Herald rating: **
Cast: Jet Li, Aaliyah, Delroy Lindo Isaiah Washington
Director: Andrezej Bartokwiak
Rating: M (violence, offensive language)
Running Time: 110 mins
Opens: Now showing, Village Hoyts cinemas
Review: Russell Baillie
It's the hot new visual effect - anatomical cutaways showing what sort of damage all that violence would be doing if, hey,
this wasn't just a movie.
Gulf War caper Three Kings did it with bullets. Now - the debut for Hong Kong martials arts star Jet Li as a leading man Stateside- has it in a sort of Technicolor x-ray.
Snap! A broken prison guard's arm. Crackle! A henchwoman is impaled on a handy spike. Pop! Li finishes off anhother baddie with a blow that causes a nose-to-tail pile-up along his verterbrae.
So yes, ouch, but it's all part of the fun. What isn't, are those parts of the film which aren't fight sequences.
No, there aren't that many. But its plot of murder, revenge, treachery and romance between warring crime families is laughably hackneyed.

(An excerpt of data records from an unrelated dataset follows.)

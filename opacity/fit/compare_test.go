package fit

import (
	"math"
	"testing"

	"broadline/opacity/synth"
	"broadline/spectra"
)

// TestCompareByHand: a flat model (2.0) against five observed samples, worked
// by hand. 4900 Å lies outside the model (5000–6000 Å) and is left out of
// the overlay; 5400 Å is masked (telluric) and 5600 Å has σ = 0, so neither
// counts; the rest give χ² = ((2.5 − 2)/0.5)² + ((1 − 2)/0.25)² = 1 + 16 = 17
// over N = 2.
func TestCompareByHand(t *testing.T) {
	var w, f, n []float64
	for l := 5000.0; l <= 6000; l += 10 {
		w, f, n = append(w, l), append(f, 2), append(n, 1)
	}
	res := &synth.Result{Wavelength: w, Flux: f, Normalized: n}
	obs := &spectra.Spectrum{
		Wavelength:  []float64{4900, 5200, 5400, 5600, 5800},
		Flux:        []float64{9, 2.5, 3.0, 1.0, 1.0},
		Uncertainty: []float64{1, 0.5, 0.1, 0, 0.25},
	}
	obs.SetMask(2, spectra.MaskTelluric)
	ov, err := Compare(obs, res, 0)
	if err != nil {
		t.Fatal(err)
	}
	if len(ov.Wavelength) != 4 || ov.Wavelength[0] != 5200 {
		t.Errorf("overlay samples %v, want the four inside the model", ov.Wavelength)
	}
	for i, x := range ov.Flux {
		if math.Abs(x-2) > 1e-12 {
			t.Errorf("model at %v Å = %v, want 2", ov.Wavelength[i], x)
		}
	}
	if math.Abs(ov.Chi2-17) > 1e-9 || ov.N != 2 || math.Abs(ov.Reduced()-8.5) > 1e-9 {
		t.Errorf("χ² %v over %d (χ²/N %v), want 17 over 2", ov.Chi2, ov.N, ov.Reduced())
	}
	obs.Wavelength = []float64{7000, 7100}
	obs.Flux, obs.Uncertainty, obs.Mask = []float64{1, 1}, []float64{1, 1}, nil
	if _, err := Compare(obs, res, 0); err == nil {
		t.Error("a spectrum outside the model's range was compared")
	}
	if got := (&Overlay{}).Reduced(); !math.IsNaN(got) {
		t.Errorf("χ²/N of nothing = %v, want NaN", got)
	}
}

There's a small redeeming feature in its unusual demographics with the two clans - one Chinese, one black - which are acting as the rival land-grabbing muscle for a white developer who wants to build a waterfront stadium for an NFL team.
When family members on both sides start meeting untimely demises, it's up to Han (Li) to bust out of a Hong Kong jail, head to America, make friends with the equally rebellious daughter (singer Aaliyah) from the other side and put matters right.
It's wise enough to make sure any acting Li has to do is in Cantonese and any comedy in English, while the soundtrack speaks rap and r'n'b very loudly.
And as a hip-hop chop-socky flick it might certainly appeal to appetites starved of a B-grade action fix. But its unimaginative efforts reduce its gymnastic star to just another gimmick among many.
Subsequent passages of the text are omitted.